Postgraduate deans should be a part of the university structure and be responsible on behalf of the universities for the delivery of postgraduate medical training. Universities would then have responsibility for the training of doctors from undergraduate level to the completion of specialist training. That would in no way diminish the role of professional organisations; it would enhance it. The proposal sits well with the recommendation in the Tooke report related to core and specialist training.

The GMC and the education committee would, as now, be responsible for curricular development, for the monitoring of undergraduate training and for foundation year 1. PMETB, as part of the GMC, would be responsible for the curricular development of core training, working with colleges and specialist societies, which would also, as now, have a strong role in developing the curriculum and assessment of specialist training. The colleges would be rather like specialist boards in the USA and, with PMETB, would monitor delivery of training by universities. That would help to strengthen academic departments and help with academic recruitment. Importantly, it would reduce the plethora of bodies vying for roles in postgraduate training. It would also strengthen the relationship between strategic health authorities and universities. The initial responses of some of the organisations and individuals that I have spoken to have been positive. I hope that the Minister finds it so too.

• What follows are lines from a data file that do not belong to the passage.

impl Block<'_> {
    /// Whether walk `w` (class arcs) has rows in this block.
    fn admits(&self, w: &Walk) -> bool {
        self.site_row[w.site].is_some() && self.dem_row[w.demand] != NO_ROW
    }

    /// Adds walk `w`'s column to `lp` (this block's rows); returns its variable and its
    /// entries (row, coefficient). O(walk length).
    fn column(&self, lp: &mut Lp, w: &Walk) -> (usize, Vec<(usize, f64)>) {
        let site = self.site_row[w.site].expect("a column's site has a row");
        let j = lp.add_var(0.0, f64::INFINITY, 0.0);
        lp.magnitude[j] = self.caps[w.demand];
        let mut entries: Vec<(usize, f64)> = w
            .arcs
            .iter()
            .map(|&(a, m)| (self.arc_row[a], f64::from(m)))
            .collect();
        entries.push((site, 1.0));
        entries.push((self.dem_row[w.demand], 1.0));
        entries.push((self.served_row, 1.0));
        for &(r, a) in &entries {
            lp.rows[r].coeffs.push((j, a));
        }
        (j, entries)
    }

    /// The walks of this block that improve the master at `sol`'s shadow prices (module
    /// comment; `sg` the objective's sign), one per active demand at most, and the held
    /// demands to bring back: those whose share of the gap ([`gap_shares`]) is positive at
    /// the prices divided by `σ_k`, or, when `σ_k = 0`, whose held walks cross a row with
    /// a positive price (freeing their load would gain). One pricing pass.
    fn improving(&self, sol: &LpSolution, sg: f64) -> (Vec<Walk>, Vec<usize>) {
        let raw = |r: usize| {
            if r == NO_ROW {
                0.0
            } else {
                (sg * sol.duals[r]).max(0.0)
            }
        };
        let y: Vec<f64> = self.arc_row.iter().map(|&r| raw(r)).collect();
        let z: Vec<f64> = self.site_row.iter().map(|r| r.map_or(0.0, raw)).collect();
        let walk_price = |w: &Walk, y: &[f64], z: &[f64]| {
            w.arcs
                .iter()
                .map(|&(a, m)| f64::from(m) * y[a])
                .sum::<f64>()
                + z[w.site]
        };
        let sigma = (-sg * sol.duals[self.served_row]).max(0.0);
        if sigma <= 0.0 {
            let wake = (0..self.held.len())
                .filter(|&d| {
                    self.held[d]
                        .iter()
                        .any(|(w, _)| walk_price(w, &y, &z) > PRICE_TOL)
                })
                .collect();
            return (Vec::new(), wake);
        }
        let y: Vec<f64> = y.iter().map(|p| p / sigma).collect();
        let z: Vec<f64> = z.iter().map(|p| p / sigma).collect();
        let u: Vec<f64> = self
            .dem_row
            .iter()
            .enumerate()
            .map(|(d, &r)| {
                if self.active[d] {
                    raw(r) / sigma
                } else {
                    f64::INFINITY
                }
            })
            .collect();
        let p = price(&self.g, &self.caps, &y, &z, Some(&u));
        let wake = gap_shares(
            |d| (!self.active[d] && self.caps[d] > 0.0).then(|| self.caps[d]),
            &self.held,
            |w| walk_price(w, &y, &z),
            &p.cost,
        );
        let walks = p.walks.into_iter().filter(|w| self.admits(w)).collect();
        (walks, wake.into_iter().map(|(_, d)| d).collect())
    }
}
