/// Largest value of each of these sums: Σ volume, Σ processing, Σ capacity, Σ finite
/// expand_max, and the dearest expand_cost × Σ volume (the most a plan that buys no more
/// processing than the demand needs can cost). Kept there, every derived total stays
/// finite (at most a few times this).
pub const MAX_TOTAL: f64 = 1e300;

/// Checks that `value` is a finite number `>= 0` and at most [`MAX_AMOUNT`], naming
/// `element` and `field` otherwise.
fn non_negative(element: &str, field: &str, value: f64) -> Result<f64> {
    if !(value.is_finite() && value >= 0.0) {
        Err(Error::Input(format!(
            "{element}: field `{field}` must be a finite number >= 0, got {value}"
        )))
    } else if value > MAX_AMOUNT {
        Err(Error::Input(format!(
            "{element}: field `{field}` must be at most {MAX_AMOUNT:e}, got {value:e}; use a \
             larger unit"
        )))
    } else {
        Ok(value)
    }
}

/// Checks an optional drawing coordinate: any finite number.
fn coordinate(element: &str, field: &str, value: Option<f64>) -> Result<Option<f64>> {
    match value {
        Some(v) if !v.is_finite() => Err(Error::Input(format!(
            "{element}: field `{field}` must be a finite number, got {v}"
        ))),
        other => Ok(other),
    }
}

fn site_label(i: usize, s: &SiteFile) -> String {
    format!("sites[{i}] (id \"{}\")", printable(&s.id))
}

fn link_label(i: usize, l: &LinkFile) -> String {
    format!("links[{i}] (id \"{}\")", printable(&l.id))
}

fn group_label(i: usize, g: &RiskGroupFile) -> String {
    format!("risk_groups[{i}] (id \"{}\")", printable(&g.id))
}

fn demand_label(i: usize, d: &DemandFile) -> String {
    let (from, to) = (printable(&d.from), printable(&d.to));
    match &d.id {
        Some(id) => format!("demands[{i}] (id \"{}\", {from}→{to})", printable(id)),
        None => format!("demands[{i}] ({from}→{to})"),
    }
}

/// The UTF-8 byte-order mark some editors write at the start of a file.
const BOM: char = '\u{FEFF}';
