//! Growth headroom of a network with `functions` (service chains, gains, plain traffic):
//! the maximum concurrent flow of the layered model.
//!
//! The **headroom** λ of an outage is the largest factor such that every surviving demand
//! with `required > 0` is served at `λ · required` (origin units) at the same time on the
//! layered model of [`crate::solve::chain`]: a demand with chain `f1 … fk` travels through
//! `k + 1` layers, a link crossed in layer `j` and the function `f_{j+1}` applied at the
//! end of layer `j` take `G_j = g1 · … · gj` units per origin unit; plain traffic (the
//! empty chain) is one layer and competes for the same links. No surviving required
//! demand: no value; a surviving demand with no layered walk: λ = 0 (proven by that
//! demand alone).
//!
//! **Model.** The layered edge LP of [`chain::build`] (demands aggregated per (origin,
//! chain), exact by the decomposition argument there), each demand variable `F_d` capped
//! at `Λ · required_d` and tied to one variable, `F_d = λ · required_d`; maximise λ. The
//! a-priori ceiling `Λ = min_d (Σ capacity of the usable arcs leaving d's origin + the
//! capacity of d's first function at its origin) / required_d` holds for every demand: the
//! first step of every layered walk of `d` is one of those arcs (layer 0, one unit per
//! origin unit) or `f1` applied at the origin (one unit per origin unit). With the caps at
//! `Λ · required`, [`chain::build`]'s lowered row capacities keep the optimum (a
//! cycle-free optimal allocation crosses each arc at most once per layer).
//!
//! **Verification** (nothing from the backend is trusted):
//! - *Lower bound.* The solution is decomposed into layered walks and scaled into the real
//!   capacities by [`chain::repair`]; `min_d flow_d / required_d` of that feasible
//!   allocation is a concurrent factor it achieves.
//! - *Upper bound.* For any prices `y_a ≥ 0` (arcs) and `z_vf ≥ 0` (function `f` at `v`),
//!   let `π_d` be `d`'s cheapest layered walk, arc `a` in layer `j` costing `G_j · y_a`
//!   and `f_{j+1}` at `v` costing `G_j · z_vf` (the layered walk engine's pricing, one layered Dijkstra per
//!   group). A layered walk of `w` origin units puts exactly its priced amount on the rows,
//!   so any allocation serving `λ · required_d` to each `d` has
//!   `λ · Σ_d required_d · π_d ≤ Σ cap_a · y_a + Σ cap_vf · z_vf`, hence
//!   `λ ≤ (Σ cap·y + Σ cap·z) / Σ_d required_d · π_d` (weak duality of maximum concurrent
//!   flow in its path form), with the lowered capacities of the LP's rows. With the LP's
//!   own shadow prices the quotient meets the optimum.
//! - *Proven* when the residual passes and the bounds meet within
//!   [`crate::tol::PROOF_GAP_TOL`] of the upper bound (`Headroom::narrow`, as for files
//!   without `functions`): the value is then the plainest number in the interval, 1 when it
//!   holds 1. Otherwise the next backend of [`ladder`] runs, and a result still open is its
//!   proven lower bound, never more.
//!
//! Cost per outage: one LP of the size of the layered edge LP (plus one variable and one
//! row per surviving demand), solved cold by the backends of [`ladder`] in turn until
//! proven, one repair and one pricing pass per attempt.

use std::collections::{BTreeMap, HashMap, HashSet};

Assessment could also be made more uniform and structured. Why do we not have a national exam at, let us say, some stage in foundation year 1? The model of the PLAB exam for the GMC may well be developed to satisfy this and will replace the exam at the end of medical school. At the end of core training, all trainees, prior to entering specialist training, should undergo assessment at national assessment centres, as suggested by Tooke, and these will be monitored by the colleges.

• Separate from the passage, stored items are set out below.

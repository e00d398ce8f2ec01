//! Pricing: the cheapest processing walk of every demand under the master's arc, site and demand prices (`price`: two shortest-path trees per processing site root, then the site's length; `Legs` the walk's two legs).

use super::*;

use crate::model::Network;

/// The outcome of one pricing pass.
pub(super) struct Priced {
    /// Per demand: cheapest walk price (infinite when none exists or the cap is 0).
    pub(super) cost: Vec<f64>,
    /// Walks with positive reduced cost, in demand order (only when asked for).
    pub(super) walks: Vec<Walk>,
    /// The dual bound for these prices.
    pub(super) bound: f64,
    /// Per site: some active demand's origin reaches it and it reaches one of that
    /// origin's destinations (the edge model's "site has a processing row").
    pub(super) site_reached: Vec<bool>,
}

/// Shortest walks' legs for one pricing pass, rooted where there are fewer trees: at the
/// origins and destinations (one Dijkstra from each origin, one to each destination) or at
/// the processing sites (one to and one from each). Either gives the same distances
/// (shortest-path lengths are unique; among equal paths, fewest hops, then a fixed order).
pub(super) enum Legs {
    /// `from[o]`: tree from origin `o`; `to[t]`: tree to destination `t`.
    Ends {
        from: Vec<Option<Tree>>,
        to: Vec<Option<Tree>>,
    },
    /// `into[v]`: tree to processing site `v`; `out[v]`: tree from it.
    Sites {
        into: Vec<Option<Tree>>,
        out: Vec<Option<Tree>>,
    },
}

impl Legs {
    /// Builds the trees for the demands with `caps[d] > 0`: 2 · min(processing sites,
    /// (origins + destinations) / 2) Dijkstras, each O(arcs · log sites).
    pub(super) fn new(g: &Graph, caps: &[f64], y: &[f64]) -> Legs {
        let net = g.net;
        let n = net.sites.len();
        let mut origin = vec![false; n];
        let mut dest = vec![false; n];
        for (d, dem) in net.demands.iter().enumerate() {
            if caps[d] > 0.0 {
                origin[dem.from] = true;
                dest[dem.to] = true;
            }
        }
        let ends = origin.iter().filter(|&&b| b).count() + dest.iter().filter(|&&b| b).count();
        if 2 * g.procs.len() < ends {
            let mut into: Vec<Option<Tree>> = (0..n).map(|_| None).collect();
            let mut out: Vec<Option<Tree>> = (0..n).map(|_| None).collect();
            for &v in &g.procs {
                into[v] = Some(dijkstra(g, v, y, false));
                out[v] = Some(dijkstra(g, v, y, true));
            }
            Legs::Sites { into, out }
        } else {
            let tree =
                |root: usize, on: bool, forward: bool| on.then(|| dijkstra(g, root, y, forward));
            Legs::Ends {
                from: (0..n).map(|o| tree(o, origin[o], true)).collect(),
                to: (0..n).map(|t| tree(t, dest[t], false)).collect(),
            }
        }
    }

    /// Length and hops of the shortest path `o → v`.
    pub(super) fn first(&self, o: usize, v: usize) -> (f64, u32) {
        match self {
            Legs::Ends { from, .. } => {
                let t = from[o].as_ref().expect("origin tree");
                (t.dist[v], t.hops[v])
            }
            Legs::Sites { into, .. } => {
                let t = into[v].as_ref().expect("site tree");
                (t.dist[o], t.hops[o])
            }
        }
    }

    /// Length and hops of the shortest path `v → t`.
    pub(super) fn second(&self, v: usize, t: usize) -> (f64, u32) {
        match self {
            Legs::Ends { to, .. } => {
                let tr = to[t].as_ref().expect("destination tree");
                (tr.dist[v], tr.hops[v])
            }
            Legs::Sites { out, .. } => {
                let tr = out[v].as_ref().expect("site tree");
                (tr.dist[t], tr.hops[t])
            }
        }
    }

    /// The arcs of the shortest paths `o → v` and `v → t` (in any order).
    pub(super) fn arcs(&self, net: &Network, o: usize, v: usize, t: usize) -> Vec<usize> {
        let mut legs = Vec::new();
        match self {
            Legs::Ends { from, to } => {
                let (ds, dt) = (
                    from[o].as_ref().expect("tree"),
                    to[t].as_ref().expect("tree"),
                );
                ds.push_path(net, v, o, true, &mut legs);
                dt.push_path(net, v, t, false, &mut legs);
            }
            Legs::Sites { into, out } => {
                let (ri, fo) = (
                    into[v].as_ref().expect("tree"),
                    out[v].as_ref().expect("tree"),
                );
                ri.push_path(net, o, v, false, &mut legs);
                fo.push_path(net, t, v, true, &mut legs);
            }
        }
        legs
    }
}

/// Prices every active demand (`caps[d] > 0`) at arc prices `y` and site prices `z`; with
/// `u` (demand duals), also returns the walks whose reduced cost `1 − c_d − u_d` exceeds
/// [`PRICE_TOL`]. Cost: the Dijkstras of [`Legs::new`] (2 · min(processing sites,
/// distinct ends) trees, O(arcs · log sites) each), then O(demands · processing sites +
/// walk lengths).
pub(super) fn price(g: &Graph, caps: &[f64], y: &[f64], z: &[f64], u: Option<&[f64]>) -> Priced {
    let net = g.net;
    let n = net.sites.len();
    let legs = Legs::new(g, caps, y);
    let (arc_cap, site_cap) = g.effective(caps);
    let mut bound: f64 = g.usable.iter().map(|&a| arc_cap[a] * y[a].max(0.0)).sum();
    bound += g
        .procs
        .iter()
        .map(|&v| site_cap[v] * z[v].max(0.0))
        .sum::<f64>();
    // Per origin: sites that reach at least one of its destinations.
    let mut reaches_dest: Vec<Vec<bool>> = vec![Vec::new(); n];
    let mut cost = vec![f64::INFINITY; net.demands.len()];
    let mut walks = Vec::new();
    for (d, dem) in net.demands.iter().enumerate() {
        if caps[d] <= 0.0 {
            continue;
        }
        if reaches_dest[dem.from].is_empty() {
            reaches_dest[dem.from] = vec![false; n];
        }
        let mut best: Option<(f64, u32, usize)> = None;
        for &v in &g.procs {
            let (d2, h2) = legs.second(v, dem.to.0);
            if d2.is_finite() {
                reaches_dest[dem.from][v] = true;
            }
            let (d1, h1) = legs.first(dem.from.0, v);
            let c = d1 + z[v].max(0.0) + d2;
            if !c.is_finite() {
                continue;
            }
            let h = h1 + h2;
            if best.is_none_or(|(bc, bh, _)| c.total_cmp(&bc).then(h.cmp(&bh)).is_lt()) {
                best = Some((c, h, v));
            }
        }
        let Some((c, _, v)) = best else { continue };
        cost[d] = c;
        bound += caps[d] * (1.0 - c).max(0.0);
        if let Some(u) = u
            && 1.0 - c - u[d] > PRICE_TOL
        {
            walks.push(Walk::from_legs(
                d,
                v,
                legs.arcs(net, dem.from.0, v, dem.to.0),
            ));
        }
    }
    let mut site_reached = vec![false; n];
    for (s, reach) in reaches_dest.iter().enumerate() {
        if !reach.is_empty() {
            for &v in &g.procs {
                site_reached[v] |= legs.first(s, v).0.is_finite() && reach[v];
            }
        }
    }
    Priced {
        cost,
        walks,
        bound,
        site_reached,
    }
}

The last and new recommendation is about establishing a new body, NHS MEE, with a co-ordinating role and wide-ranging responsibilities. As proposed, it will only be for medical education and not for other health professionals. That might be a drawback. The Government, in their response, have reservations. For such a body to be effective, it has to be relatively small. It did not surprise me that, when I had this discussion, everyone who had supported the recommendation also expected to be on it, which would mean a body of between 25 and 30 people. In the past, we have had such large bodies that became ineffective. Some noble Lords may well remember that. The proposal in the Tooke report of an effective body with a co-ordinating role should not be lost, but we should have further discussions about it.

It is clear that we should start sorting out the mess that MMC and MTAS have created, to regain the confidence of young doctors so that patient care does not suffer for years to come. I look forward to the Minister’s response.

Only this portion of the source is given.